Your goal: Check every line of the entries for "ReservedNotZero", and copy the lines that hold it.

Data for this exercise:
————
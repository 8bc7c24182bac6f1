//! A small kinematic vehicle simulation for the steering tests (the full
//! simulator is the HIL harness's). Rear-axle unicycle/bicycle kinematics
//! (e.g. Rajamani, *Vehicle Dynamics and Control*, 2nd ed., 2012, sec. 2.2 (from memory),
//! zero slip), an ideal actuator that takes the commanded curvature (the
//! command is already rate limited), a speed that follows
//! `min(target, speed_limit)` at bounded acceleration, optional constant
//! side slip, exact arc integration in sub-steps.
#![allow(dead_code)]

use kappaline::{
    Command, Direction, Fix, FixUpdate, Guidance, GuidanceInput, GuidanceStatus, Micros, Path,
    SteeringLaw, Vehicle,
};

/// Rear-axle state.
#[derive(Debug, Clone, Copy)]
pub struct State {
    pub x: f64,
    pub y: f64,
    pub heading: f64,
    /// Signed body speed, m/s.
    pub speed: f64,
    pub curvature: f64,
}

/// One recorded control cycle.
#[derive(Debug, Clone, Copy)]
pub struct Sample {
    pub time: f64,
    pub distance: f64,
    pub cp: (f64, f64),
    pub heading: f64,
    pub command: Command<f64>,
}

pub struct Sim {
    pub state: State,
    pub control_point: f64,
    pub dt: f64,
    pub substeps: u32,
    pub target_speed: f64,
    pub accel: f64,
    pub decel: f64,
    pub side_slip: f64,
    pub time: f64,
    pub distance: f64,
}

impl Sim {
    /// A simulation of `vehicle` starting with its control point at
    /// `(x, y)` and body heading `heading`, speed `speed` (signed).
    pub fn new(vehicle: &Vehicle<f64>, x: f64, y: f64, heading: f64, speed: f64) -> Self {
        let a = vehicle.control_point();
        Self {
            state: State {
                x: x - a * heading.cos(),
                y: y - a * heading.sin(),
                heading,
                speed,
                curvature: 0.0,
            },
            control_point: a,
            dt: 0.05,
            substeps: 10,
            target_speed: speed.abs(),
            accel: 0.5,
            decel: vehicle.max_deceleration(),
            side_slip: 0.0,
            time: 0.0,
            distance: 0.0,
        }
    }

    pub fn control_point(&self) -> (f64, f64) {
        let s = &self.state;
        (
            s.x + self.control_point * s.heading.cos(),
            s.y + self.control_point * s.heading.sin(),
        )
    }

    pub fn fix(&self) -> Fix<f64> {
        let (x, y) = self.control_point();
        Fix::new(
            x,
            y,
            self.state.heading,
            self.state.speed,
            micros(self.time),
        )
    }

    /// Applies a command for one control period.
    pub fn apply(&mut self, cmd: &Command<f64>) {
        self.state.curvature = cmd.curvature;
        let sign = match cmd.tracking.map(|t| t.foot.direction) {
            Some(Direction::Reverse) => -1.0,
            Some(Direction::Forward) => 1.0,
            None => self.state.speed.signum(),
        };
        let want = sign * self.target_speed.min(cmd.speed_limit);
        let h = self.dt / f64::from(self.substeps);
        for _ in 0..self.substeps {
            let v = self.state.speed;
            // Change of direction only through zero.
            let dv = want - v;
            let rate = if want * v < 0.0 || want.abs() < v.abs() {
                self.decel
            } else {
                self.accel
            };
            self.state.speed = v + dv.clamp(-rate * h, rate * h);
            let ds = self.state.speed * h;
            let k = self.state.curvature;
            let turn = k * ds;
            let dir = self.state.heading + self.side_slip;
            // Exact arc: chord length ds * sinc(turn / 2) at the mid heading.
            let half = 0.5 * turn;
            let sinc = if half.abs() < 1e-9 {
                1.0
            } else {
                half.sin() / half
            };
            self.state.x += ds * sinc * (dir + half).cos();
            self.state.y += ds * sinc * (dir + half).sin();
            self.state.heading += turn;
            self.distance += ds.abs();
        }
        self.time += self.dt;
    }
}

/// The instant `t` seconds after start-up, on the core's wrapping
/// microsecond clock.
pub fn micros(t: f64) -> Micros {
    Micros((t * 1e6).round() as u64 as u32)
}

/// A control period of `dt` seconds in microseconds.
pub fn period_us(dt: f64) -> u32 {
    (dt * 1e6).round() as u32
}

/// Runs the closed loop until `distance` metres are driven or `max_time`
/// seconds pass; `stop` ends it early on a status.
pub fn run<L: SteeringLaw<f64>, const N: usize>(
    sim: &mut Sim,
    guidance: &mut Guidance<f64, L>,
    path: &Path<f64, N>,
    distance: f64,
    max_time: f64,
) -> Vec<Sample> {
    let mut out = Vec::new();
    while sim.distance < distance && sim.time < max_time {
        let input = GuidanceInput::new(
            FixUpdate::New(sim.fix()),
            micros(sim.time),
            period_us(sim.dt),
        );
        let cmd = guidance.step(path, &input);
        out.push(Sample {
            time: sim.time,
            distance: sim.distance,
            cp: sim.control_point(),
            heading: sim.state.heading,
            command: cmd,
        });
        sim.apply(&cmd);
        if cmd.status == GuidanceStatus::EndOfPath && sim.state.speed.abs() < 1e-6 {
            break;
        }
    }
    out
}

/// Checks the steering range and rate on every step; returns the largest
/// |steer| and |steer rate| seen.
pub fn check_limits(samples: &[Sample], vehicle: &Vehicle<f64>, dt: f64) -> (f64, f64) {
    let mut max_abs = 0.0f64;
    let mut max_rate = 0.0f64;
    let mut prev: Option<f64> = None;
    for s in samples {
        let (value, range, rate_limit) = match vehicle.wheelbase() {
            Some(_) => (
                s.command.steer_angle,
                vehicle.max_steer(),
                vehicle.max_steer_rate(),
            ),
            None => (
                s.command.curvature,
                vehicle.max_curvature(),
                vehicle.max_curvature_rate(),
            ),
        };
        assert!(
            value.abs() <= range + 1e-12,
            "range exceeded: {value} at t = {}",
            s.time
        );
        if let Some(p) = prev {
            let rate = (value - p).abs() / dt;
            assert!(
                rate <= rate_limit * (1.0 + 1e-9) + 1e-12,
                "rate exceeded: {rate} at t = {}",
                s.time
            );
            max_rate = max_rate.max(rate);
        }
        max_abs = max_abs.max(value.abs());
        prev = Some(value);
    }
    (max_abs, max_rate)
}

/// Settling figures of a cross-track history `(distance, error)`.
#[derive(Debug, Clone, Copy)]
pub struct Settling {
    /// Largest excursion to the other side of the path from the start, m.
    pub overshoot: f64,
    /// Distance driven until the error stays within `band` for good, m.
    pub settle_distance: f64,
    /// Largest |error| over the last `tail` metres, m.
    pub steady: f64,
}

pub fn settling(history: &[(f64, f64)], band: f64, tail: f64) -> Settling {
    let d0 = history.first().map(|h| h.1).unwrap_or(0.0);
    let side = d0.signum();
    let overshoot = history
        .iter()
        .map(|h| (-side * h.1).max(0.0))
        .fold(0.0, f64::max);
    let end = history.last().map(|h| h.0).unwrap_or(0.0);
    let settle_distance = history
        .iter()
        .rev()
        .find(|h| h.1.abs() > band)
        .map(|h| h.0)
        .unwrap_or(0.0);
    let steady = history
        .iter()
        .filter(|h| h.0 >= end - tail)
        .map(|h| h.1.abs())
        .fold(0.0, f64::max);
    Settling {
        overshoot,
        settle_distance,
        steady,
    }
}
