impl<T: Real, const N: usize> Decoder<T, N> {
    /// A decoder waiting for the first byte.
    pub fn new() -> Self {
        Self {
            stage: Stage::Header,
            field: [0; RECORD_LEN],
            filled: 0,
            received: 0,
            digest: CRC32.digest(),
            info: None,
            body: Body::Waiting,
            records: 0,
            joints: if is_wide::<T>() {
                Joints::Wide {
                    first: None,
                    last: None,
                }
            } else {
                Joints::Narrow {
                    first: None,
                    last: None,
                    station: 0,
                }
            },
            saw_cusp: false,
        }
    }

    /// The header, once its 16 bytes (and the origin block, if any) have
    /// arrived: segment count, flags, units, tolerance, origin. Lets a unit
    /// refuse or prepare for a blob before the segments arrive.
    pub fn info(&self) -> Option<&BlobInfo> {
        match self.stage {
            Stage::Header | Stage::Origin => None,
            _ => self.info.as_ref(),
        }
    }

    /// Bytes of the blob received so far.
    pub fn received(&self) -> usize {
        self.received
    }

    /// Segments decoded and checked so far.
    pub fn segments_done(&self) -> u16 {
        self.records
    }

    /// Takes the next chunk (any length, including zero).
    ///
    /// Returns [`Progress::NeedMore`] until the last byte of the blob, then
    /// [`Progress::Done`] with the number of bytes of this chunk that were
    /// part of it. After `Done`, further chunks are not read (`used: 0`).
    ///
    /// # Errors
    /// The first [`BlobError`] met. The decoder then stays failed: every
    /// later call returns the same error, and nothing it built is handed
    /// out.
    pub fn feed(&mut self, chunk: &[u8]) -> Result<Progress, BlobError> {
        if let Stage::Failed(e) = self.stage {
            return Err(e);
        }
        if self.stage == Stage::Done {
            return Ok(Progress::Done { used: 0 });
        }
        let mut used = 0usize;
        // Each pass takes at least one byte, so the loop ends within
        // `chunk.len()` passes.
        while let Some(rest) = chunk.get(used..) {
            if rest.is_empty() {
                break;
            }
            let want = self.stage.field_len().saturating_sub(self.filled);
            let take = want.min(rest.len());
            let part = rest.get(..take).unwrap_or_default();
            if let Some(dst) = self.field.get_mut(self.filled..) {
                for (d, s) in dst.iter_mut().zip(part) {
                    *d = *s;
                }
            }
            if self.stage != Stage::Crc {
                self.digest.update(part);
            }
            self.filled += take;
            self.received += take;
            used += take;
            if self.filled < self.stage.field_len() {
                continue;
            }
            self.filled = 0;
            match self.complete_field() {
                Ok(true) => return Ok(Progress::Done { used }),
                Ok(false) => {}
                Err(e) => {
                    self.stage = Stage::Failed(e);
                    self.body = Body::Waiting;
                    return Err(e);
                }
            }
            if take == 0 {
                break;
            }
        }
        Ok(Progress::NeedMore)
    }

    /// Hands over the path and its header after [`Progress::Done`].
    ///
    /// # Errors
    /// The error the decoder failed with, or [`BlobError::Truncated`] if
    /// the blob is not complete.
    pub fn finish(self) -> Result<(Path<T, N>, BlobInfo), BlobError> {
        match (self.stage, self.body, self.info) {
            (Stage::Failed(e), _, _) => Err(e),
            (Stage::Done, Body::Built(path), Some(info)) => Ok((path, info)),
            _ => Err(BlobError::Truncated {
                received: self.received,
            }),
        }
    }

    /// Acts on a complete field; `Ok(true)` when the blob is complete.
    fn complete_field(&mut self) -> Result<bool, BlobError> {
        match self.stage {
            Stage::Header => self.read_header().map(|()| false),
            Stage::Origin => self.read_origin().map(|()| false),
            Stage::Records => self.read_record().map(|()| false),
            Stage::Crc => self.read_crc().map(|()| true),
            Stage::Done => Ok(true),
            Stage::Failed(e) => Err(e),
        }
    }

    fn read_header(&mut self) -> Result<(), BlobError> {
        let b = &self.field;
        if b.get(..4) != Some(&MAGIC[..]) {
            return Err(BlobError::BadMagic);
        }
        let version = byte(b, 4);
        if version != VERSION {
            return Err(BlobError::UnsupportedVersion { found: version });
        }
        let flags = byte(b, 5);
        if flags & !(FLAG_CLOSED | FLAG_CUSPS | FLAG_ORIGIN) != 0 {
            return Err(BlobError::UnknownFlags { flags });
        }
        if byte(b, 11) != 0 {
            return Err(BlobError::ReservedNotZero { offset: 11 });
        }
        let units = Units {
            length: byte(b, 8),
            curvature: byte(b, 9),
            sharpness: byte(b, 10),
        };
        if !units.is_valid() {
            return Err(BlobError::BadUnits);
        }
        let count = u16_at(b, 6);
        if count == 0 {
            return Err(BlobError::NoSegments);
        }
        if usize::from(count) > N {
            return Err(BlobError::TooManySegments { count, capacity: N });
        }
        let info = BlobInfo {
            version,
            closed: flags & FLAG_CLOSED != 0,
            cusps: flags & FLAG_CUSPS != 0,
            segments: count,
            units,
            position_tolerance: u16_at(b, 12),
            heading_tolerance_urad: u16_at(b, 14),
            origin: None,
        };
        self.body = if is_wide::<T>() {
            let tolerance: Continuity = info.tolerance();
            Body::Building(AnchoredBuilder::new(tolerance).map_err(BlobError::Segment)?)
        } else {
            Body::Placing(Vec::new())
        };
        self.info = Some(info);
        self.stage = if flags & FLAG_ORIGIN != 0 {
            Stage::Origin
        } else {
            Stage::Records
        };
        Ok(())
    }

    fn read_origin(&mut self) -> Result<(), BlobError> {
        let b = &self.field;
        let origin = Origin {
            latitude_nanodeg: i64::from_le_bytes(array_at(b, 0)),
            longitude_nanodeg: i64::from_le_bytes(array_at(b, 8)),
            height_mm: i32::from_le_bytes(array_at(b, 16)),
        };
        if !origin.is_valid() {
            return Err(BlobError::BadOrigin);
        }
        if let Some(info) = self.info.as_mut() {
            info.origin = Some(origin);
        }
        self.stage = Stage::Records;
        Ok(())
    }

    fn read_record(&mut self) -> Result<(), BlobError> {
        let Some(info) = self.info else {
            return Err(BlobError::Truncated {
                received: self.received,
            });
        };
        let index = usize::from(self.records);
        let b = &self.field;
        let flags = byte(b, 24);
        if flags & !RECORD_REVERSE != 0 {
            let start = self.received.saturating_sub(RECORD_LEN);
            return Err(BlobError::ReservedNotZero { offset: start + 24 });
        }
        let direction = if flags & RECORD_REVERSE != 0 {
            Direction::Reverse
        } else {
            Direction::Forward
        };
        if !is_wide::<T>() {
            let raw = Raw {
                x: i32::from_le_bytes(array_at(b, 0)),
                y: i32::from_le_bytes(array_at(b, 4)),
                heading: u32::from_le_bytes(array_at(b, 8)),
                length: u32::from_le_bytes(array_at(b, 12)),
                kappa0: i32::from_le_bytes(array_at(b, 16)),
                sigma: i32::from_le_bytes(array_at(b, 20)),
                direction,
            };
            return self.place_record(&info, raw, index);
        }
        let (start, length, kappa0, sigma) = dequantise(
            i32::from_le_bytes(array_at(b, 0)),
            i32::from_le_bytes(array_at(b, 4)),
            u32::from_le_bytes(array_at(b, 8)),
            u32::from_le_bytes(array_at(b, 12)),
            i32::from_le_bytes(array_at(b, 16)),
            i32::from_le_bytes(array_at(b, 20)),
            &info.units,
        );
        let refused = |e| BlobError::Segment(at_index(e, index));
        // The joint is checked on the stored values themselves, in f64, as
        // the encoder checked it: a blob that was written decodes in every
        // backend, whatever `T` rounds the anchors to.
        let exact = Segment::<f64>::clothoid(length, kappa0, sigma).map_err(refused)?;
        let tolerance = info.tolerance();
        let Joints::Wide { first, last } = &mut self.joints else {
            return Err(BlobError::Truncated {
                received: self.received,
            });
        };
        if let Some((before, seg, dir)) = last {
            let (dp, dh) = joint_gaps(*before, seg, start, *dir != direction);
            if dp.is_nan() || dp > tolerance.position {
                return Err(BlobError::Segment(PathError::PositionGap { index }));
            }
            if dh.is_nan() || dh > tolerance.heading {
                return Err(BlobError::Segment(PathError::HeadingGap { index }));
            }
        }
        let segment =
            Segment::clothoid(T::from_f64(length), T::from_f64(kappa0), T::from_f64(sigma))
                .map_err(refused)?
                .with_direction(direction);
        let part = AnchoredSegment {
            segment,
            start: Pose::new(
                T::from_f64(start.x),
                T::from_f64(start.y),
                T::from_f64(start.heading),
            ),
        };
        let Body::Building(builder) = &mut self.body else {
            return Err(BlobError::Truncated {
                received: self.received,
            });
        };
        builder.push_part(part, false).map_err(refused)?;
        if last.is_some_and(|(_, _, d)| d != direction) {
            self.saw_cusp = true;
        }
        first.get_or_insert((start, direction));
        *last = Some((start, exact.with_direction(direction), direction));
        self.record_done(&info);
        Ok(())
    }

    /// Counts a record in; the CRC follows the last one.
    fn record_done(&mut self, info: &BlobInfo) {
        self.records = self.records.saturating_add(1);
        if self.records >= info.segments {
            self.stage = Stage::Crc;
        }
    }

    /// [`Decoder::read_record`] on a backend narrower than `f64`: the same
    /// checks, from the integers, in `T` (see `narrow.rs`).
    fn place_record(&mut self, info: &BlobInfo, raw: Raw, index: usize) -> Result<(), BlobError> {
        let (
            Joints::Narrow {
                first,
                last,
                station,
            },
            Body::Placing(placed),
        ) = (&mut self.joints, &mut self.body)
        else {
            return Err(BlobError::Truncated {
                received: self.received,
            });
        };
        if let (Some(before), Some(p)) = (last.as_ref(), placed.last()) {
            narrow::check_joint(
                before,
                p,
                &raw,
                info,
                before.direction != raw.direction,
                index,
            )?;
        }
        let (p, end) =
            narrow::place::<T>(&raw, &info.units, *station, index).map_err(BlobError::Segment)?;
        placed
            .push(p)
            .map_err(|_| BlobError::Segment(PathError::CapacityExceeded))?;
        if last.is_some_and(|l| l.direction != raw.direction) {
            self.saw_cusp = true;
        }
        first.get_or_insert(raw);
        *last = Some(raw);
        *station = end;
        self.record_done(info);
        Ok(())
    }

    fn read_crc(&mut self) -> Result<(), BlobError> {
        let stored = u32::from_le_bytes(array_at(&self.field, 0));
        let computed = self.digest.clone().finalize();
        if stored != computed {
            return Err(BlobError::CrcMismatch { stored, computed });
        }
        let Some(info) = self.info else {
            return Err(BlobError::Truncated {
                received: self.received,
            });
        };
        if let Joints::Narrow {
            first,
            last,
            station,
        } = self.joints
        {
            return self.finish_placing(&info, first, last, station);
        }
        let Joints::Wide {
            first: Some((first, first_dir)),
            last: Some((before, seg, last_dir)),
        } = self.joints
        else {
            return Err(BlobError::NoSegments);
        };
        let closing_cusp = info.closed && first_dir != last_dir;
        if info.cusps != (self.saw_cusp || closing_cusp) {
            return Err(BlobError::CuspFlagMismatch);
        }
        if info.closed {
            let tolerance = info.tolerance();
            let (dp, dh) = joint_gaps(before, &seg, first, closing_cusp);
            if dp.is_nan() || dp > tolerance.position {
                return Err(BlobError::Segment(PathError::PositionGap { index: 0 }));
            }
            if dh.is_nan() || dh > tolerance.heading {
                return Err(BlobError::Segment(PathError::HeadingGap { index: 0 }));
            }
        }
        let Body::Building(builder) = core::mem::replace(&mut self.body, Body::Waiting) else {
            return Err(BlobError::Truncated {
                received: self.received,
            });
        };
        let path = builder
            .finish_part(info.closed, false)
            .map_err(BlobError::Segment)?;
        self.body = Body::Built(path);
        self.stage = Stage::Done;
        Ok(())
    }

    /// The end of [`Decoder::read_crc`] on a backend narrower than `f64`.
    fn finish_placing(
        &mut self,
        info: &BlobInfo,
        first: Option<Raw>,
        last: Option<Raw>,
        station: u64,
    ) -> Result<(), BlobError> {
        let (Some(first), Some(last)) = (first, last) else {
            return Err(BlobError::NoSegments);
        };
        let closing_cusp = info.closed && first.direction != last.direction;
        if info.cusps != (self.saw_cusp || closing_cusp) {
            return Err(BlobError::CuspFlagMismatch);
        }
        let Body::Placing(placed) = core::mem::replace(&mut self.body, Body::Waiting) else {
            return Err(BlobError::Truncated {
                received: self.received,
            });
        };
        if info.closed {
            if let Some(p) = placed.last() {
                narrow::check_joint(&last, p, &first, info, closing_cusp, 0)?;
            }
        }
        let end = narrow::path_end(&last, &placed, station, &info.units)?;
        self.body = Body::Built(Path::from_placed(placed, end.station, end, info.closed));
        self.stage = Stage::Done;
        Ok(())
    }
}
————
Written response:
            return Err(BlobError::ReservedNotZero { offset: 11 });
            return Err(BlobError::ReservedNotZero { offset: start + 24 });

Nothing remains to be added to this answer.